Data:
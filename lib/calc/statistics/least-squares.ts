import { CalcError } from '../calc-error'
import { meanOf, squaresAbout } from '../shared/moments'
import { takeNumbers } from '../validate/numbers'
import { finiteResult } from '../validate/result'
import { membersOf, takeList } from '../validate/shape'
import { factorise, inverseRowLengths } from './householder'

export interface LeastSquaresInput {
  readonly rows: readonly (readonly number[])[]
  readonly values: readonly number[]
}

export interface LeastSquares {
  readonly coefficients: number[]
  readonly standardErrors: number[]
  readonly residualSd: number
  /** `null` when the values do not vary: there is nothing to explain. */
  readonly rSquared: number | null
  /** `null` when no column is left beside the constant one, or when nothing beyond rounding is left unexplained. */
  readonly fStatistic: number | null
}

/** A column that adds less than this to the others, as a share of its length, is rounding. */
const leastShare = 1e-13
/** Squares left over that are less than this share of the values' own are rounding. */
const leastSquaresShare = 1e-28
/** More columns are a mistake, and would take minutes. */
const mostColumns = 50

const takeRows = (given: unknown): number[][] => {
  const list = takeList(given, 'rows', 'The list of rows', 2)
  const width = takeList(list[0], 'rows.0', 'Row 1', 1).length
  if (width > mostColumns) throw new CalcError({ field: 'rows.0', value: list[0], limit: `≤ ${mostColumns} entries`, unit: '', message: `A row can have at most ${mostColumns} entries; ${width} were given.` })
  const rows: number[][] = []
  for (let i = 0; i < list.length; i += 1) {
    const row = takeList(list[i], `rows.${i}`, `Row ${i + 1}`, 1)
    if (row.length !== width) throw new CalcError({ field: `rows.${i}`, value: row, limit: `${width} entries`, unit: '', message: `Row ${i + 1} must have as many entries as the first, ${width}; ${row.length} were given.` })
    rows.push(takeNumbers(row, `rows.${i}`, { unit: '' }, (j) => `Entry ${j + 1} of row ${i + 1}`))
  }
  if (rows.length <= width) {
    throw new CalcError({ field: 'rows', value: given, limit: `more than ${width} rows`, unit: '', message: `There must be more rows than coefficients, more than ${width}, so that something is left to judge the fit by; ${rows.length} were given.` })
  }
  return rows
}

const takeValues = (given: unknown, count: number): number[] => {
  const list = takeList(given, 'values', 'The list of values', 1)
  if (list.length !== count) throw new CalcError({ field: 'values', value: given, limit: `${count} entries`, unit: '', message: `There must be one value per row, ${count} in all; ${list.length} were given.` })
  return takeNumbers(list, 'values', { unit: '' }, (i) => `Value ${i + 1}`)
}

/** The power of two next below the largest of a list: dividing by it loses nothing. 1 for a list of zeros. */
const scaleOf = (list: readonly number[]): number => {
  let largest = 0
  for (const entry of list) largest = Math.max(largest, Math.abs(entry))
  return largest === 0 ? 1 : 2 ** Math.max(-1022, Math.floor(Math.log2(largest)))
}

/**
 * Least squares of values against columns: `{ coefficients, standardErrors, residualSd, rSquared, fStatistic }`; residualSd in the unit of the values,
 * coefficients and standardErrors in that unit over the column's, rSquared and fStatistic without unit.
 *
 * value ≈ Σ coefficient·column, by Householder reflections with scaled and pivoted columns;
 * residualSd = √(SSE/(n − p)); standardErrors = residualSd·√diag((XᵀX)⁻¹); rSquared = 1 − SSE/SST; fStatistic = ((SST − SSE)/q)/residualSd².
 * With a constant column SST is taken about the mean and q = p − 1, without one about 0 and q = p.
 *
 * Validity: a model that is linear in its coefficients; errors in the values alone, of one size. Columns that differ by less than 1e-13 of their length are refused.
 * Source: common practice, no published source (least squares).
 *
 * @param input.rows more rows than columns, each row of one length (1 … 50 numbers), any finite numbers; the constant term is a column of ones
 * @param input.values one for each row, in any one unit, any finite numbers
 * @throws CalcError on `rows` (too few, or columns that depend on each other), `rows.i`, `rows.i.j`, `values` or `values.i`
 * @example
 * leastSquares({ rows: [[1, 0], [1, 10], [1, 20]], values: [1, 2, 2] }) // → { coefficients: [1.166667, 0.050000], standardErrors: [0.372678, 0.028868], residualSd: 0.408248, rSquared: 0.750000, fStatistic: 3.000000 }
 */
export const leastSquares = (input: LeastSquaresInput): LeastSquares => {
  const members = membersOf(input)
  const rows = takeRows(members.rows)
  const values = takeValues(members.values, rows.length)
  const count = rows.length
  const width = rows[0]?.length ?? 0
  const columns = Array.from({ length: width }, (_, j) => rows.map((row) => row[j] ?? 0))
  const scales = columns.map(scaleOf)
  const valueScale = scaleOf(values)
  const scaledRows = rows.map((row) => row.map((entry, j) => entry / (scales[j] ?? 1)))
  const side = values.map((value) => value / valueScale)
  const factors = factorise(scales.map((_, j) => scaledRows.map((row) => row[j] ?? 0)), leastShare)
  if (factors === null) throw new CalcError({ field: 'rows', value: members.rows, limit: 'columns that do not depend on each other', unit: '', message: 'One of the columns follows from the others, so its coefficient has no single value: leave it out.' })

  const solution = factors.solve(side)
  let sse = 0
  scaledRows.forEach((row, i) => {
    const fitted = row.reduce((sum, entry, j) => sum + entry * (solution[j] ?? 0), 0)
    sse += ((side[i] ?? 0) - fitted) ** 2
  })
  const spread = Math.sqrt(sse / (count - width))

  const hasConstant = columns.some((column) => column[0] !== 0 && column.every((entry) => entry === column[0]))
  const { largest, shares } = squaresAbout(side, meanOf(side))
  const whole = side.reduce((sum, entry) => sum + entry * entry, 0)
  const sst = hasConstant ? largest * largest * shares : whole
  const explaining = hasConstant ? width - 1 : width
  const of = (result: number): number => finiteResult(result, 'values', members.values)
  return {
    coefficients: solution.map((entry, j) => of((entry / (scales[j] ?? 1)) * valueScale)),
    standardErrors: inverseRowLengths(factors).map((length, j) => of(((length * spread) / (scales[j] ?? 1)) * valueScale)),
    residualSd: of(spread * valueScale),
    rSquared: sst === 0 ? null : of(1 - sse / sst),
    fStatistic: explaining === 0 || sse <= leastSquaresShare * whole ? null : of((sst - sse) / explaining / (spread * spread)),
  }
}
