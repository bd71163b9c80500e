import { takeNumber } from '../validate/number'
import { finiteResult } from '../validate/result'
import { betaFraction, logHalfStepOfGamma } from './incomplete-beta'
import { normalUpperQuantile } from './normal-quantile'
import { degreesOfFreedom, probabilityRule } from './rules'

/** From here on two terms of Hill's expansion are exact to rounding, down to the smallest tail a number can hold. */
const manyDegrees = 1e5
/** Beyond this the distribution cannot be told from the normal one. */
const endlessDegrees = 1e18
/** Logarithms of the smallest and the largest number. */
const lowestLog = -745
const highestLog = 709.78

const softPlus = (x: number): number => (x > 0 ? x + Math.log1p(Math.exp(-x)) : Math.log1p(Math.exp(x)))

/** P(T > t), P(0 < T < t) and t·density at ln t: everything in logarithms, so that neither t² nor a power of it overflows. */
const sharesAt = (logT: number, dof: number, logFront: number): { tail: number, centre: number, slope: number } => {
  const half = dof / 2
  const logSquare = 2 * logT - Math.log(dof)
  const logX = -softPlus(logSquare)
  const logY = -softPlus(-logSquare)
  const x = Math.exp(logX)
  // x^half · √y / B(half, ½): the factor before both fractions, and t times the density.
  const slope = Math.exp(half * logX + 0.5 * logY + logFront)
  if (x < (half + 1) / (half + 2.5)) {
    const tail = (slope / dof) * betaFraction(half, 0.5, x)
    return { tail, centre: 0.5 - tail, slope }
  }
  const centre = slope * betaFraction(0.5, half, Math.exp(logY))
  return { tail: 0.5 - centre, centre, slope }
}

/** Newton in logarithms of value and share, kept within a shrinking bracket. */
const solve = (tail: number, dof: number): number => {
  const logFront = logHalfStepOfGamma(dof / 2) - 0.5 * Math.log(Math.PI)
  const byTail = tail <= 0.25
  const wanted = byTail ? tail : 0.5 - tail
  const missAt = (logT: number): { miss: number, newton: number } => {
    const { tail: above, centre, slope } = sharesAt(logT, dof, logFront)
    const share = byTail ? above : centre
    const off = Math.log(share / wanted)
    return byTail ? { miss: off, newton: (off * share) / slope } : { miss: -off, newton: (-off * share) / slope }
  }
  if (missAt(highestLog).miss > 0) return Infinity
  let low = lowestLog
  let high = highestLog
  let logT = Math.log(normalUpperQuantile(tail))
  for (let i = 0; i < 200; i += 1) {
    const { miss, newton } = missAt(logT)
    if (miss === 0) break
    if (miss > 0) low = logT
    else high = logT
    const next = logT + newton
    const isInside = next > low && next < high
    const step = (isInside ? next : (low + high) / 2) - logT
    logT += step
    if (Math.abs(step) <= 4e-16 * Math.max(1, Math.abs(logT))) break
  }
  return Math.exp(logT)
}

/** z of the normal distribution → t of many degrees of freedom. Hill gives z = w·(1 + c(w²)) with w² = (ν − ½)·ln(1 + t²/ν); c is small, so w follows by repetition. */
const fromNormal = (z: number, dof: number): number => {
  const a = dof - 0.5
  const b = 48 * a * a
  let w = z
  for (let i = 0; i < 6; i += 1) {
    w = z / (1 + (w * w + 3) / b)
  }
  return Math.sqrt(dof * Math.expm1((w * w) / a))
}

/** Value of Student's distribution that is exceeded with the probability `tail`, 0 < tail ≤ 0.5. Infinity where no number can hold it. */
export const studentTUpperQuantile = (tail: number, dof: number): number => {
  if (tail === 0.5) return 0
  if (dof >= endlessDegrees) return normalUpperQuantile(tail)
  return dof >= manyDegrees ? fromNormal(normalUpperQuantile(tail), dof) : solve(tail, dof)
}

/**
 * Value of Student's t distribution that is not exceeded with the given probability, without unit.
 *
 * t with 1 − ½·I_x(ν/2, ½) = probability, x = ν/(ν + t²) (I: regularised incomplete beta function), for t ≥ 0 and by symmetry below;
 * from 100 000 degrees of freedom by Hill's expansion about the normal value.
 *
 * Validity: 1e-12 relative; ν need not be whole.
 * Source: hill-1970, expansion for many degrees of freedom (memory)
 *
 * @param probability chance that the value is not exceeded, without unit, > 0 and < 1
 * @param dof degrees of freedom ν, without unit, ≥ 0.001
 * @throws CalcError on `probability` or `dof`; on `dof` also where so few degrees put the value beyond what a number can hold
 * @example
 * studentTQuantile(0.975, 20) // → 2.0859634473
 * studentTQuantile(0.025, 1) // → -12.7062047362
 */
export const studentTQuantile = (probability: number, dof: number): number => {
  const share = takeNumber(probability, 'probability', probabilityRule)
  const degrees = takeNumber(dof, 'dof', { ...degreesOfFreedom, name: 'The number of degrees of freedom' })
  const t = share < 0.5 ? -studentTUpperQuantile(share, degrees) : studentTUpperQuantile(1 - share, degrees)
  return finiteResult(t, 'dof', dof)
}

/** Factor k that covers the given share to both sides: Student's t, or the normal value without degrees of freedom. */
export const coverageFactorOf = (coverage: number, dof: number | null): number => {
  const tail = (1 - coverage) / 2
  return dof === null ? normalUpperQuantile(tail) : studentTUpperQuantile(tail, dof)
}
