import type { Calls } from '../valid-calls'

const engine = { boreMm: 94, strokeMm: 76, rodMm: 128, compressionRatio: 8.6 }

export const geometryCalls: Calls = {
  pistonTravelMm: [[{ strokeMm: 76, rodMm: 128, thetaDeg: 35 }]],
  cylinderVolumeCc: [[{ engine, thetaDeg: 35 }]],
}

* * *

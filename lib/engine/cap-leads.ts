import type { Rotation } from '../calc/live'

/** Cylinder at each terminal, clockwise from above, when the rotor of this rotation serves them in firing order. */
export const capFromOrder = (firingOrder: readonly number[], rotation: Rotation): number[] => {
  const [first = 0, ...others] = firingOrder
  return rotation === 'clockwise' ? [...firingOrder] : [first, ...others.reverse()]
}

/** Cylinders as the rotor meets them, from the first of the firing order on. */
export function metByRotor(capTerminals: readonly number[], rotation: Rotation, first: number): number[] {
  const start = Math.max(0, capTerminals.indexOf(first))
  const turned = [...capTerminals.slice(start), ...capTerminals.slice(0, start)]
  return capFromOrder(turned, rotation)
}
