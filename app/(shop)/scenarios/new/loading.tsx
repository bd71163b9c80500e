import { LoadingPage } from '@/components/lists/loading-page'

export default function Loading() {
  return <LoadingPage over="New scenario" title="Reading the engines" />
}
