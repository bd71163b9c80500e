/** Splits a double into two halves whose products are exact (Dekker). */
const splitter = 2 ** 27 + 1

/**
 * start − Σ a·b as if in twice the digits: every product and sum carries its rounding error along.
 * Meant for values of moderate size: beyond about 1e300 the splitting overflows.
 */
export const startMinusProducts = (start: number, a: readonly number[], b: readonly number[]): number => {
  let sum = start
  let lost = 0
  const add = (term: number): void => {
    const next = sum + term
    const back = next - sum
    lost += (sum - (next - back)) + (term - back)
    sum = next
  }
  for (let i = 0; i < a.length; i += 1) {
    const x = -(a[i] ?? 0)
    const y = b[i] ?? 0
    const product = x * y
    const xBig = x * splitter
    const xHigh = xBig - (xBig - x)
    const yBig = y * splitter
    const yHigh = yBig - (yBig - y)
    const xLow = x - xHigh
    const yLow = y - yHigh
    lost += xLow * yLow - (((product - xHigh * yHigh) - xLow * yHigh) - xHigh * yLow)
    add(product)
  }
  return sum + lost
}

==

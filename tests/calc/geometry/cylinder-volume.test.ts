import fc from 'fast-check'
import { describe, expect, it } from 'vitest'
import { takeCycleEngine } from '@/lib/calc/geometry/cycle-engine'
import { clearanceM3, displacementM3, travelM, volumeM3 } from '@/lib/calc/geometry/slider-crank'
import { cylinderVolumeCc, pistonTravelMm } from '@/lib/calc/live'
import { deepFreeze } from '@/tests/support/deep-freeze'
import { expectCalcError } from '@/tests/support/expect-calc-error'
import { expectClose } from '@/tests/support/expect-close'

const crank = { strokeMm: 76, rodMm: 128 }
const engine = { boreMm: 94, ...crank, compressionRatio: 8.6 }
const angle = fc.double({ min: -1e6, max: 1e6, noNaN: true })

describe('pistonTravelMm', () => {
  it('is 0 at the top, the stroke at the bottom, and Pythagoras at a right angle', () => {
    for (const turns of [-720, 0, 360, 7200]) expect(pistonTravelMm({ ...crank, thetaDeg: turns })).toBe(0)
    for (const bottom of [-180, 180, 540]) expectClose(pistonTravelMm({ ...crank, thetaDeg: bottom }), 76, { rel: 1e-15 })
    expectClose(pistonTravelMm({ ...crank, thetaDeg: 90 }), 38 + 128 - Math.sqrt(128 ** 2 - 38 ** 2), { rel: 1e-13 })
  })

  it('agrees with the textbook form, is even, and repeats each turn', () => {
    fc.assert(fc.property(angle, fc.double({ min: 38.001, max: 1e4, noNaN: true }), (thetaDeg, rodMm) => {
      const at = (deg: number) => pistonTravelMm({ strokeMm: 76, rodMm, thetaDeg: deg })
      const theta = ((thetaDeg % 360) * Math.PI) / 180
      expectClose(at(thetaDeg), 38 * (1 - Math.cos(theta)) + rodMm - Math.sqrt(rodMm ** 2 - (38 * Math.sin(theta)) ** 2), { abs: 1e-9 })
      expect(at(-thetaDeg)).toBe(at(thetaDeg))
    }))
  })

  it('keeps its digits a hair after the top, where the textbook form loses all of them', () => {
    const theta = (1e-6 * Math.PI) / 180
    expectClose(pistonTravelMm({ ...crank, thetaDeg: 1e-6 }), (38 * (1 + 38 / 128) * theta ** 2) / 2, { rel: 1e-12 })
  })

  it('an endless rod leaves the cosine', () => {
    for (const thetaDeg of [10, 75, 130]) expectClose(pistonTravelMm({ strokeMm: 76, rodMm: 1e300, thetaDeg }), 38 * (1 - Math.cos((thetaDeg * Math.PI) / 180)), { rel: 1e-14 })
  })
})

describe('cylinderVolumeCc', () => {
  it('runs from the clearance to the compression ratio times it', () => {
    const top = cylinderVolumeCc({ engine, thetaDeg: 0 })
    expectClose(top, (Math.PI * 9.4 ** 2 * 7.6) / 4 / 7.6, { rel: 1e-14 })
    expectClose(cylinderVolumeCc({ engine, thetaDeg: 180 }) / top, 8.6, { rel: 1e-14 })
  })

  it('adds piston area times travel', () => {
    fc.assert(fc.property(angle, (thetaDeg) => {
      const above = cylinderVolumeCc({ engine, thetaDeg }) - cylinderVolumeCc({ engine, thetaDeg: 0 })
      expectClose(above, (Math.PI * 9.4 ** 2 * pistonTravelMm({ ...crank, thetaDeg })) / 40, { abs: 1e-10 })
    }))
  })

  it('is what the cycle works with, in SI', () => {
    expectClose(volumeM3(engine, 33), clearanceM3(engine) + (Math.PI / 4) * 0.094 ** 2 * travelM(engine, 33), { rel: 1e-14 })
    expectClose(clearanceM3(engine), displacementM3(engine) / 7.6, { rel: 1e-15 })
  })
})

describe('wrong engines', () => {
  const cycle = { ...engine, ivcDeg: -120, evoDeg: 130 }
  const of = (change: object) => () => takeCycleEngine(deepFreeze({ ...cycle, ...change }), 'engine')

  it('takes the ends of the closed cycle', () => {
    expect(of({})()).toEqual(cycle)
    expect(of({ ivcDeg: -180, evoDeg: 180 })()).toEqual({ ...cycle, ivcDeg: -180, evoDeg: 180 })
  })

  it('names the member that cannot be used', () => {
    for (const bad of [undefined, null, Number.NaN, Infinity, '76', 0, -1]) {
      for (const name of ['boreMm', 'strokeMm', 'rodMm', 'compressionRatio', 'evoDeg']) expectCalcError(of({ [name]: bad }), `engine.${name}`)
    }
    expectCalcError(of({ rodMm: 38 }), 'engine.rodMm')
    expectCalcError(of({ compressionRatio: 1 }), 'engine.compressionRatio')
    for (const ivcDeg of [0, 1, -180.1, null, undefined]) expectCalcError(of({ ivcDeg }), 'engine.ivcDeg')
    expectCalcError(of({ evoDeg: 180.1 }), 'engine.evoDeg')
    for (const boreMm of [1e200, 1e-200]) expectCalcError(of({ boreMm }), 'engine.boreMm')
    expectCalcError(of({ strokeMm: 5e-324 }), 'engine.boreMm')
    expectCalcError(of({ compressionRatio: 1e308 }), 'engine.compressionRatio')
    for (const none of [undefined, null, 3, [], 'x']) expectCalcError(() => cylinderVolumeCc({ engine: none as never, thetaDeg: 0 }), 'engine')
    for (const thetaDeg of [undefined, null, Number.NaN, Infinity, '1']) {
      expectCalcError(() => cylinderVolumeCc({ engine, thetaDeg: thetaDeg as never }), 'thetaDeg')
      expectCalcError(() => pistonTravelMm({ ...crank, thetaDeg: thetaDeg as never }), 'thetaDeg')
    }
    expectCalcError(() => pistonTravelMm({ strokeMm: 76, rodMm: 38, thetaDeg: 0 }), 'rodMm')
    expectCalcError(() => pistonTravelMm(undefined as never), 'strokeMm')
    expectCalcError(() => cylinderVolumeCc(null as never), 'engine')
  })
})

Assignment: Pick out every line of the listing containing the word "takeRows", and show those lines.

Exercise result:
const takeRows = (given: unknown): number[][] => {
  const rows = takeRows(members.rows)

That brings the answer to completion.